Problem:
Type out the entries below again, character for character.

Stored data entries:
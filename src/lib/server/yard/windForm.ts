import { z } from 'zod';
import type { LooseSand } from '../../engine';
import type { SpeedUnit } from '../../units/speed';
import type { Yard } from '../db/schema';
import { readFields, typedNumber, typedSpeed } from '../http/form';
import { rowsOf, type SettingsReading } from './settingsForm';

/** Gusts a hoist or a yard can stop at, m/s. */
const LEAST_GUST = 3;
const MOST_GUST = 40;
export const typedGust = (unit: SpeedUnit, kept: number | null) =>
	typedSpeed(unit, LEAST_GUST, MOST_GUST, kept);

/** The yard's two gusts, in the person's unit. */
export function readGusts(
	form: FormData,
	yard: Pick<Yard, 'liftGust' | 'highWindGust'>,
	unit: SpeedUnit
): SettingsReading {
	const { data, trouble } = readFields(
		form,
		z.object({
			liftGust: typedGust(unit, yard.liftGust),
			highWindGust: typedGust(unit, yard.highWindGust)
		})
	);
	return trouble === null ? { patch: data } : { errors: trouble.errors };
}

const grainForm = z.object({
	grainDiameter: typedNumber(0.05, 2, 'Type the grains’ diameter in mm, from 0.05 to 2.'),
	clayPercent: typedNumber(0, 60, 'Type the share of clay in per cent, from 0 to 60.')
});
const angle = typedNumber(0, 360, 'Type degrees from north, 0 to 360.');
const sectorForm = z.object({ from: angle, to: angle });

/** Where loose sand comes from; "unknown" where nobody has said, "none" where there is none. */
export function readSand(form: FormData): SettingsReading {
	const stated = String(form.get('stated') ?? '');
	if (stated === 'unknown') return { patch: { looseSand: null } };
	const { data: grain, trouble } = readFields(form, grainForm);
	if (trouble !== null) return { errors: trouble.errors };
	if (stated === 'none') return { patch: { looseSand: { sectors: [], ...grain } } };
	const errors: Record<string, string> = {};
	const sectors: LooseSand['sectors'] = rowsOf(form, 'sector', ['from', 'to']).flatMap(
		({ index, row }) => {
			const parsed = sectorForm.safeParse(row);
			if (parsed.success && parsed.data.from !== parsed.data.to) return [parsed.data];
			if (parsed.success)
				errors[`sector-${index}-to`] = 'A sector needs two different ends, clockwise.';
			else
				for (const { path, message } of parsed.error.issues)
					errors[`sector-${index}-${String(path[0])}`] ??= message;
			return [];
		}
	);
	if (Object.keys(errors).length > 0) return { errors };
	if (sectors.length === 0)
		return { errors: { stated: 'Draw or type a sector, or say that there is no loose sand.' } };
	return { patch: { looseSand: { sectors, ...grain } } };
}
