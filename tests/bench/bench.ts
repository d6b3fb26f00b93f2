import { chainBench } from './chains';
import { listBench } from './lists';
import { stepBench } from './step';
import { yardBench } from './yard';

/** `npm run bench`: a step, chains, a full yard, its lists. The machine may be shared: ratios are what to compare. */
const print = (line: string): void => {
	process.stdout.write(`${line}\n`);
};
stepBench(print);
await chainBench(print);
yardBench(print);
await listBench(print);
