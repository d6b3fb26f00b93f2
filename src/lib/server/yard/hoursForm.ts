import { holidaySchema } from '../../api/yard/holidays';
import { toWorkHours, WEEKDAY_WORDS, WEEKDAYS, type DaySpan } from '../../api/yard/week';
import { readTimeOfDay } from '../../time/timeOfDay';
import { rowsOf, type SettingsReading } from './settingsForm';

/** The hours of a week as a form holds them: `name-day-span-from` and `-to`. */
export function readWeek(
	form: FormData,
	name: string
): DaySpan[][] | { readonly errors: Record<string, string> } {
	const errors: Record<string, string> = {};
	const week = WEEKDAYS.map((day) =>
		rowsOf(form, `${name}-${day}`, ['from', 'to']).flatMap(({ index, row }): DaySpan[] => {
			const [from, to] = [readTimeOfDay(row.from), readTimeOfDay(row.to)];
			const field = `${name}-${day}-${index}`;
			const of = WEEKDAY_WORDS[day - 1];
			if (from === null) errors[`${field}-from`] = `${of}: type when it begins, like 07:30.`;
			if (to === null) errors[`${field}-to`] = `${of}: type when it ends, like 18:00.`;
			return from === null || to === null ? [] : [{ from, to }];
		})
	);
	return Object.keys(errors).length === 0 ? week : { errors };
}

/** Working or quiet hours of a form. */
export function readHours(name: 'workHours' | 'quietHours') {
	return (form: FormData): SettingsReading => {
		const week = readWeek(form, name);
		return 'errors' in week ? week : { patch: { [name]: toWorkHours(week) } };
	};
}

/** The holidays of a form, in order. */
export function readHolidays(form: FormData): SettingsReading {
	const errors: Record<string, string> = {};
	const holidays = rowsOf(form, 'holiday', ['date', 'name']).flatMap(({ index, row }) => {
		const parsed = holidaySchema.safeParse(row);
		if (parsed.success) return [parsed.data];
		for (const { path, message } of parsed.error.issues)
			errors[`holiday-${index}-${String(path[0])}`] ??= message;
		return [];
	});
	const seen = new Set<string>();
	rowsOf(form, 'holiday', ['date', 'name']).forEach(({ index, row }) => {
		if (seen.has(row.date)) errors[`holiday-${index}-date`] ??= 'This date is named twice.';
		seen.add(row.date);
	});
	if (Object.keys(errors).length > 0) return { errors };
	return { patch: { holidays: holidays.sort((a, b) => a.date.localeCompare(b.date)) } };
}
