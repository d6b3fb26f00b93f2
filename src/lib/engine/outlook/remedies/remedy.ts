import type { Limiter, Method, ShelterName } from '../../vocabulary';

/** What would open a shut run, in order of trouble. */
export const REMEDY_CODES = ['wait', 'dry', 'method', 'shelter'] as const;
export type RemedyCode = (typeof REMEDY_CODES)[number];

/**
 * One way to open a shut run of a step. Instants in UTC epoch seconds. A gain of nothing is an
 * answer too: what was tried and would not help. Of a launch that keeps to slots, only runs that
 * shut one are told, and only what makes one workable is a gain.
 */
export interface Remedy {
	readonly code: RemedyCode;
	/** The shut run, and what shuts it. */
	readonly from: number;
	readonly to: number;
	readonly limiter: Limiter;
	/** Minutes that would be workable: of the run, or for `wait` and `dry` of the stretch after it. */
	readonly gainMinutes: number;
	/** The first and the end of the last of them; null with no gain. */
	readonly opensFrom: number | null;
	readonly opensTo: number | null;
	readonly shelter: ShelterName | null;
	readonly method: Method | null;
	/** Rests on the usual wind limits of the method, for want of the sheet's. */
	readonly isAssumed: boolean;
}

Response:
filename src/lib/server/yard/windForm.ts
import { z } from 'zod';
import type { LooseSand } from '../../engine';
import type { SpeedUnit } from '../../units/speed';
import type { Yard } from '../db/schema';
import { readFields, typedNumber, typedSpeed } from '../http/form';
import { rowsOf, type SettingsReading } from './settingsForm';

/** Gusts a hoist or a yard can stop at, m/s. */
const LEAST_GUST = 3;
const MOST_GUST = 40;
export const typedGust = (unit: SpeedUnit, kept: number | null) =>
	typedSpeed(unit, LEAST_GUST, MOST_GUST, kept);

/** The yard's two gusts, in the person's unit. */
export function readGusts(
	form: FormData,
	yard: Pick<Yard, 'liftGust' | 'highWindGust'>,
	unit: SpeedUnit
): SettingsReading {
	const { data, trouble } = readFields(
		form,
		z.object({
			liftGust: typedGust(unit, yard.liftGust),
			highWindGust: typedGust(unit, yard.highWindGust)
		})
	);
	return trouble === null ? { patch: data } : { errors: trouble.errors };
}

const grainForm = z.object({
	grainDiameter: typedNumber(0.05, 2, 'Type the grains’ diameter in mm, from 0.05 to 2.'),
	clayPercent: typedNumber(0, 60, 'Type the share of clay in per cent, from 0 to 60.')
});
const angle = typedNumber(0, 360, 'Type degrees from north, 0 to 360.');
const sectorForm = z.object({ from: angle, to: angle });

/** Where loose sand comes from; "unknown" where nobody has said, "none" where there is none. */
export function readSand(form: FormData): SettingsReading {
	const stated = String(form.get('stated') ?? '');
	if (stated === 'unknown') return { patch: { looseSand: null } };
	const { data: grain, trouble } = readFields(form, grainForm);
	if (trouble !== null) return { errors: trouble.errors };
	if (stated === 'none') return { patch: { looseSand: { sectors: [], ...grain } } };
	const errors: Record<string, string> = {};
	const sectors: LooseSand['sectors'] = rowsOf(form, 'sector', ['from', 'to']).flatMap(
		({ index, row }) => {
			const parsed = sectorForm.safeParse(row);
			if (parsed.success && parsed.data.from !== parsed.data.to) return [parsed.data];
			if (parsed.success)
				errors[`sector-${index}-to`] = 'A sector needs two different ends, clockwise.';
			else
				for (const { path, message } of parsed.error.issues)
					errors[`sector-${index}-${String(path[0])}`] ??= message;
			return [];
		}
	);
	if (Object.keys(errors).length > 0) return { errors };
	if (sectors.length === 0)
		return { errors: { stated: 'Draw or type a sector, or say that there is no loose sand.' } };
	return { patch: { looseSand: { sectors, ...grain } } };
}
filename tests/bench/bench.ts
repository d6b3fb26f00b93f2
import { chainBench } from './chains';
import { listBench } from './lists';
import { stepBench } from './step';
import { yardBench } from './yard';

/** `npm run bench`: a step, chains, a full yard, its lists. The machine may be shared: ratios are what to compare. */
const print = (line: string): void => {
	process.stdout.write(`${line}\n`);
};
stepBench(print);
await chainBench(print);
yardBench(print);
await listBench(print);
repository d6b3fb26f00b93f2
filename src/lib/server/yard/hoursForm.ts
import { holidaySchema } from '../../api/yard/holidays';
import { toWorkHours, WEEKDAY_WORDS, WEEKDAYS, type DaySpan } from '../../api/yard/week';
import { readTimeOfDay } from '../../time/timeOfDay';
import { rowsOf, type SettingsReading } from './settingsForm';

/** The hours of a week as a form holds them: `name-day-span-from` and `-to`. */
export function readWeek(
	form: FormData,
	name: string
): DaySpan[][] | { readonly errors: Record<string, string> } {
	const errors: Record<string, string> = {};
	const week = WEEKDAYS.map((day) =>
		rowsOf(form, `${name}-${day}`, ['from', 'to']).flatMap(({ index, row }): DaySpan[] => {
			const [from, to] = [readTimeOfDay(row.from), readTimeOfDay(row.to)];
			const field = `${name}-${day}-${index}`;
			const of = WEEKDAY_WORDS[day - 1];
			if (from === null) errors[`${field}-from`] = `${of}: type when it begins, like 07:30.`;
			if (to === null) errors[`${field}-to`] = `${of}: type when it ends, like 18:00.`;
			return from === null || to === null ? [] : [{ from, to }];
		})
	);
	return Object.keys(errors).length === 0 ? week : { errors };
}

/** Working or quiet hours of a form. */
export function readHours(name: 'workHours' | 'quietHours') {
	return (form: FormData): SettingsReading => {
		const week = readWeek(form, name);
		return 'errors' in week ? week : { patch: { [name]: toWorkHours(week) } };
	};
}

/** The holidays of a form, in order. */
export function readHolidays(form: FormData): SettingsReading {
	const errors: Record<string, string> = {};
	const holidays = rowsOf(form, 'holiday', ['date', 'name']).flatMap(({ index, row }) => {
		const parsed = holidaySchema.safeParse(row);
		if (parsed.success) return [parsed.data];
		for (const { path, message } of parsed.error.issues)
			errors[`holiday-${index}-${String(path[0])}`] ??= message;
		return [];
	});
	const seen = new Set<string>();
	rowsOf(form, 'holiday', ['date', 'name']).forEach(({ index, row }) => {
		if (seen.has(row.date)) errors[`holiday-${index}-date`] ??= 'This date is named twice.';
		seen.add(row.date);
	});
	if (Object.keys(errors).length > 0) return { errors };
	return { patch: { holidays: holidays.sort((a, b) => a.date.localeCompare(b.date)) } };
}
repository d6b3fb26f00b93f2
filename src/lib/engine/outlook/remedies/remedy.ts
import type { Limiter, Method, ShelterName } from '../../vocabulary';

/** What would open a shut run, in order of trouble. */
export const REMEDY_CODES = ['wait', 'dry', 'method', 'shelter'] as const;
export type RemedyCode = (typeof REMEDY_CODES)[number];

/**
 * One way to open a shut run of a step. Instants in UTC epoch seconds. A gain of nothing is an
 * answer too: what was tried and would not help. Of a launch that keeps to slots, only runs that
 * shut one are told, and only what makes one workable is a gain.
 */
export interface Remedy {
	readonly code: RemedyCode;
	/** The shut run, and what shuts it. */
	readonly from: number;
	readonly to: number;
	readonly limiter: Limiter;
	/** Minutes that would be workable: of the run, or for `wait` and `dry` of the stretch after it. */
	readonly gainMinutes: number;
	/** The first and the end of the last of them; null with no gain. */
	readonly opensFrom: number | null;
	readonly opensTo: number | null;
	readonly shelter: ShelterName | null;
	readonly method: Method | null;
	/** Rests on the usual wind limits of the method, for want of the sheet's. */
	readonly isAssumed: boolean;
}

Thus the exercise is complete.